On February 23rd when we traveled to Shanghai for the first time. Most highways were closed off, the one available started in Kunshan and you had to show a PCR test results from within 48 hours to get through. Back then, Shanghai offered relative safety, even if an illusion — but that tide turned in mid-March, with more and more compounds being locked down. Friday, March 18th, day -38 or 33, and the city of Suzhou announced anyone coming from Shanghai would have to quarantine on arrival for two weeks, at your own expense.

Day 29.

Work and Chinese classes take up all the mental energy, maybe a bit more. It’s been 18 days since we last left our apartment. Just like our compound, our apartment is no longer part of Shanghai, but rather a capsule floating in endless space.
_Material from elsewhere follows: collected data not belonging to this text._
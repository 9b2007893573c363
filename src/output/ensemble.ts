// Disorder ensembles (issue 20): a scan with the realization axis summarized per combination of the
// other axes, as mean, standard deviation and standard error over the finished realizations of every
// energy, gap and scalar observable, with the realizations done, failed and pending counted beside
// them (never dropped silently). `summary --realizations` shows the realizations one by one instead.

import type { ScanParams } from '../scan/plan.js';
import type { ScanRunSummary, SummaryRow } from '../scan/scanRun.js';
import { REALIZATION_KEY } from '../spec/disorder.js';
import { csv, fmt, table } from '../format/tables.js';
import { scalarObservablesIn } from '../observables/catalogue.js';

/** Whether a run is a disorder ensemble: its scan has the realization axis. */
export function isEnsemble(summary: ScanRunSummary): boolean {
  return summary.section.axes.some((a) => a.key === REALIZATION_KEY);
}

/** Sample statistics of one quantity over the realizations that have it. */
export interface EnsembleStat {
  /** Realizations with a value (done, and the quantity defined: a gap needs two energies). */
  n: number;
  mean: number | null;
  /** Sample standard deviation (n - 1 in the denominator); null below 2 values. */
  std: number | null;
  /** Standard error of the mean, std / sqrt(n); null below 2 values. */
  stderr: number | null;
}

export interface EnsembleGroup {
  /** The other axes' values. */
  params: ScanParams;
  realizations: { total: number; done: number; failed: number; pending: number };
  /** Quantity name (E0, E1, ..., gap, gap_above_ground, then the scalar observables) to its statistics. */
  stats: Record<string, EnsembleStat>;
}

export function statOf(values: number[]): EnsembleStat {
  const n = values.length;
  if (n === 0) return { n, mean: null, std: null, stderr: null };
  const mean = values.reduce((s, x) => s + x, 0) / n;
  if (n < 2) return { n, mean, std: null, stderr: null };
  const variance = values.reduce((s, x) => s + (x - mean) * (x - mean), 0) / (n - 1);
  const std = Math.sqrt(variance);
  return { n, mean, std, stderr: std / Math.sqrt(n) };
}

/** The quantities averaged, in order: energies E0.., gap, gap_above_ground, scalar observables. */
export function ensembleQuantities(rows: SummaryRow[]): string[] {
  const energies = Math.max(0, ...rows.map((r) => r.record?.result?.energies.length ?? 0));
  const scalars = scalarObservablesIn(rows.map((r) => r.record?.result?.observables));
  return [...Array.from({ length: energies }, (_, k) => `E${k}`), 'gap', 'gap_above_ground', ...scalars];
}

function quantityOf(row: SummaryRow, name: string): number | null {
  const res = row.record?.status === 'done' ? row.record.result : undefined;
  if (!res) return null;
  const energy = /^E(\d+)$/.exec(name);
  const value: unknown = energy
    ? res.energies[Number(energy[1])]
    : name === 'gap'
      ? res.gap
      : name === 'gap_above_ground'
        ? res.gap_above_ground
        : res.observables[name];
  return typeof value === 'number' && Number.isFinite(value) ? value : null;
}

/** One group per combination of the other axes, in the order of their first point. */
export function ensembleGroups(summary: ScanRunSummary): EnsembleGroup[] {
  const others = summary.section.axes.map((a) => a.key).filter((k) => k !== REALIZATION_KEY);
  const quantities = ensembleQuantities(summary.rows);
  const byKey = new Map<string, { params: ScanParams; rows: SummaryRow[] }>();
  for (const row of summary.rows) {
    const params: ScanParams = {};
    for (const k of others) params[k] = row.params[k];
    const key = JSON.stringify(others.map((k) => params[k]));
    const group = byKey.get(key) ?? { params, rows: [] };
    group.rows.push(row);
    byKey.set(key, group);
  }
  return [...byKey.values()].map(({ params, rows }) => {
    const realizations = { total: rows.length, done: 0, failed: 0, pending: 0 };
    for (const r of rows) realizations[r.status]++;
    const stats: Record<string, EnsembleStat> = {};
    for (const q of quantities)
      stats[q] = statOf(rows.map((r) => quantityOf(r, q)).filter((x): x is number => x !== null));
    return { params, realizations, stats };
  });
}

export function ensembleJson(summary: ScanRunSummary): Record<string, unknown>[] {
  return ensembleGroups(summary).map((g) => ({ ...g.params, realizations: g.realizations, ...g.stats }));
}

export function ensembleCsv(summary: ScanRunSummary): string {
  const groups = ensembleGroups(summary);
  const others = summary.section.axes.map((a) => a.key).filter((k) => k !== REALIZATION_KEY);
  const quantities = ensembleQuantities(summary.rows);
  const header = [
    ...others,
    'realizations',
    'done',
    'failed',
    'pending',
    ...quantities.flatMap((q) => [`${q}.mean`, `${q}.std`, `${q}.stderr`, `${q}.n`]),
  ];
  const body = groups.map((g) => [
    ...others.map((k) => g.params[k]),
    g.realizations.total,
    g.realizations.done,
    g.realizations.failed,
    g.realizations.pending,
    ...quantities.flatMap((q) => [g.stats[q].mean, g.stats[q].std, g.stats[q].stderr, g.stats[q].n]),
  ]);
  return csv(header, body);
}

const meanText = (s: EnsembleStat | undefined): string =>
  !s || s.mean === null ? '' : s.stderr === null ? fmt(s.mean, 8) : `${fmt(s.mean, 8)} ± ${fmt(s.stderr, 2)}`;

export function ensembleText(summary: ScanRunSummary): string {
  const groups = ensembleGroups(summary);
  const others = summary.section.axes.map((a) => a.key).filter((k) => k !== REALIZATION_KEY);
  const shown = ['E0', 'gap', 'string_width'];
  const rows = groups.map((g) => [
    ...others.map((k) => {
      const v = g.params[k];
      return typeof v === 'number' ? fmt(v, 8) : typeof v === 'string' ? v : JSON.stringify(v);
    }),
    `${g.realizations.done}/${g.realizations.total}`,
    String(g.realizations.failed),
    String(g.realizations.pending),
    ...shown.map((q) => meanText(g.stats[q])),
  ]);
  const c = summary.counts;
  return [
    table(
      [
        ...others,
        'done',
        'failed',
        'pending',
        'E0 (mean ± std. error)',
        'gap (mean ± std. error)',
        'string width (mean ± std. error)',
      ],
      rows,
    ),
    '',
    `${c.done} done, ${c.failed} failed, ${c.pending} pending of ${c.total} points; means over the finished realizations of each row (standard error: sample standard deviation / sqrt(n)); every quantity in --json/--csv; one by one: --realizations`,
  ].join('\n');
}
Labels for days no longer have meaning, nor have the directions of a compass.

Day 30, day 76.

Shapeless dreams in which everything means something else. The food stall at my high school, the brick church in a nearby village, the roundabout area of Wujiaochang. People can endure if there’s a meaning to their suffering, but this I’ve held in my hand like a gemstone, twirling it this way and that, holding it against the light to look for something I have missed. Maybe these days are full of dreams because the mind searches for vanity, sanity. Not asking for a friend. If you find contentment in a dream, even if for a little while, does is matter?